The headmaster rushed his students out of their classrooms in the northern town of Charikar after they smelt an unusual odor and started feeling nauseous and dizzy, a 17-year-old victim told Reuters from her hospital bed.
"I am pretty sure whoever has done this is against education for girls, but I strongly ask the parents not to be discouraged by such brutal action and send their children to school," said Noor Jahan, a ninth grader at Ura Jalili Girls' High School.
In another room a mother sat beside her unconscious daughter's bed, crying and rubbing the girl's forehead. Around her lay several dazed and pale schoolmates.
"I was in a lesson when suddenly two classmates lost consciousness and collapsed," said Nabila, a 21-year-old in one of the beds. Years of war and unrest mean children often finish school late in Afghanistan.
She said the room had filled with an odor like insecticide at around 11 a.m., and some girls started vomiting.
Police declined to comment.
The incident comes barely two weeks after a mystery poisoning at another girls' school in the same town, which produced similar symptoms, although victims of the first incident said they did not remember an unusual smell.
There have been no clues as to the type of gas used in either case. Blood samples have been sent to the nearby U.S. Bagram airbase but results have not yet come back from the first incident.
Attacks on girls schools have increased in the past year, particularly in the east and south of the country, as a Taliban insurgency has gathered momentum. When the austere Islamists were in power in Kabul, they banned women from work and schools.
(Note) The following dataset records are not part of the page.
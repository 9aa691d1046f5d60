package benchtrue.run;

import benchtrue.estimate.CandidatePoint;
import benchtrue.model.Evaluator;
import benchtrue.model.Expression;
import benchtrue.model.Interval;
import benchtrue.model.Observation;
import benchtrue.model.Preparation;
import benchtrue.model.Regressor;
import benchtrue.reading.Reading;
import benchtrue.sheet.BenchSheet;
import benchtrue.sheet.Channel;
import benchtrue.sheet.Derived;
import benchtrue.sheet.Group;
import benchtrue.sheet.Joint;
import benchtrue.sheet.Point;
import benchtrue.sheet.RelationSpec;
import java.math.BigDecimal;
import java.math.RoundingMode;
import java.util.ArrayList;
import java.util.Arrays;
import java.util.List;
import org.jspecify.annotations.Nullable;

/** The operating points that the sheet leaves to advice: channels declared adjustable, inside {@code operate} and {@code joint}. */
final class OperatingPoints {
    /** Long enough for {@code rate} to come to rest at a point. */
    private static final double REST_SECONDS = 1e4;
    /** Settings are told to at least so many steps of their range, and at most ten times as many. */
    private static final double STEPS = 50;

    private final BenchSheet sheet;
    private final List<Integer> adjustable = new ArrayList<>();
    private final List<Interval> box = new ArrayList<>();

    OperatingPoints(BenchSheet sheet) {
        this.sheet = sheet;
        for (int i = 0; i < sheet.channels().size(); i++) {
            Channel channel = sheet.channels().get(i);
            Interval operate = channel.operate();
            if (channel.adjustable() && operate != null && operate.width() > 0 && !Double.isInfinite(operate.width())) {
                adjustable.add(i);
                box.add(operate);
            }
        }
    }

    boolean any() {
        return !adjustable.isEmpty();
    }

    /**
     * Points for one group; where a term cannot be computed at a point it is left out.
     *
     * @param present corrected values of all channels: those not adjustable stay as they are
     * @param relationWeights what the rows of each relation are multiplied by
     */
    List<CandidatePoint> candidates(Group group, double[] present, double[] relationWeights) {
        double[] inside = new double[adjustable.size()];
        for (int j = 0; j < inside.length; j++) {
            double value = present[adjustable.get(j)];
            Interval range = box.get(j);
            inside[j] = Double.isNaN(value)
                    ? (range.lower() + range.upper()) / 2
                    : Math.max(range.lower(), Math.min(range.upper(), value));
        }
        List<CandidatePoint> candidates = new ArrayList<>();
        for (double[] setting : CandidatePoint.settings(box, s -> allowed(present, s), inside, planned(present))) {
            double[] rounded = rounded(setting, inside);
            CandidatePoint candidate =
                    allowed(present, rounded) ? candidate(group, present, rounded, relationWeights) : null;
            if (candidate != null) {
                candidates.add(candidate);
            }
        }
        return candidates;
    }

    private List<double[]> planned(double[] present) {
        List<double[]> planned = new ArrayList<>();
        for (Point point : sheet.points()) {
            double[] setting = new double[adjustable.size()];
            for (int j = 0; j < setting.length; j++) {
                double set = point.set()[adjustable.get(j)];
                setting[j] = Double.isNaN(set) ? present[adjustable.get(j)] : set;
            }
            planned.add(setting);
        }
        return planned;
    }

    /** To a step that people can set, towards the inside, so that a limit is not passed by rounding. */
    private double[] rounded(double[] setting, double[] inside) {
        double[] rounded = new double[setting.length];
        for (int j = 0; j < setting.length; j++) {
            double step = step(j);
            double whole = setting[j] / step;
            double near = Math.rint(whole);
            double towards = setting[j] > inside[j] ? Math.floor(whole) : Math.ceil(whole);
            rounded[j] = (Math.abs(whole - near) < 1e-9 * Math.abs(near) + 1e-12 ? near : towards) * step;
        }
        return rounded;
    }

    /** A power of ten, at least the channel's resolution. */
    private double step(int j) {
        double resolution = sheet.channels().get(adjustable.get(j)).resolution();
        double fine = Math.pow(10, Math.floor(Math.log10(box.get(j).width() / STEPS)));
        return resolution > fine ? resolution : fine;
    }

    private double[] all(double[] present, double[] setting) {
        double[] all = Arrays.copyOf(present, sheet.channels().size());
        for (int j = 0; j < setting.length; j++) {
            all[adjustable.get(j)] = setting[j];
        }
        return all;
    }

    /** Settings are corrected values already. */
    private Preparation preparation() {
        List<@Nullable Expression> none = new ArrayList<>();
        sheet.channels().forEach(c -> none.add(null));
        return new Preparation(
                none, sheet.derived().stream().map(Derived::expression).toList());
    }

    private boolean allowed(double[] present, double[] setting) {
        Observation at = preparation().prepare(reading(all(present, setting), 0));
        for (Joint joint : sheet.joint()) {
            Evaluator excess = joint.excess().compile();
            if (!(excess.evaluate(at) <= 0)) {
                return false;
            }
        }
        return true;
    }

    private static Reading reading(double[] values, double time) {
        Reading reading = new Reading(values.length);
        System.arraycopy(values, 0, reading.values, 0, values.length);
        reading.time = time;
        return reading;
    }

    /** The rows after going there from the present point and coming to rest. */
    private @Nullable CandidatePoint candidate(
            Group group, double[] present, double[] setting, double[] relationWeights) {
        double[] from = Arrays.copyOf(present, sheet.channels().size());
        double[] to = all(present, setting);
        List<double[]> rows = new ArrayList<>();
        double[] weights = new double[relationWeights.length];
        for (int k = 0; k < weights.length; k++) {
            RelationSpec spec = group.relations().get(k);
            Preparation preparation = preparation();
            Regressor regressor = spec.relation().compile();
            regressor.evaluate(preparation.prepare(reading(from, 0)));
            regressor.evaluate(preparation.prepare(reading(to, REST_SECONDS)));
            if (!regressor.evaluate(preparation.prepare(reading(to, 2 * REST_SECONDS)))) {
                return null;
            }
            double[] phi = new double[group.unknowns().size()];
            for (int i = 0; i < spec.unknownIndex().length; i++) {
                phi[spec.unknownIndex()[i]] = regressor.regressors()[i];
            }
            rows.add(phi);
            weights[k] = regressor.weight() * relationWeights[k];
        }
        return new CandidatePoint(words(setting), rows, weights);
    }

    private String words(double[] setting) {
        List<String> words = new ArrayList<>();
        for (int j = 0; j < setting.length; j++) {
            Channel channel = sheet.channels().get(adjustable.get(j));
            int places = Math.max(0, (int) -Math.floor(Math.log10(step(j)) + 1e-9));
            String number = BigDecimal.valueOf(setting[j])
                    .setScale(places, RoundingMode.HALF_EVEN)
                    .toPlainString();
            words.add((channel.name() + " = " + number + " " + channel.unit().symbol()).strip());
        }
        return String.join(", ", words);
    }
}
Forty-eight students were affected in the latest incident, although none were in critical condition, the head of the hospital told Reuters.
"This is a very serious issue not only for us but for all parents with children in school," said Khalil Farhangi, a doctor.
Dozens of distraught parents gathered at the hospital and tried to push their way through a police cordon to check on their children.
"I want to see my daughter, I don't know what condition she is in now," said vegetable seller Noor Agha. "What will she do about education in the future, when her life is in danger?" the distraught father added.
Last year a group of schoolgirls in Kandahar had acid thrown in their faces by men who objected to them attending school.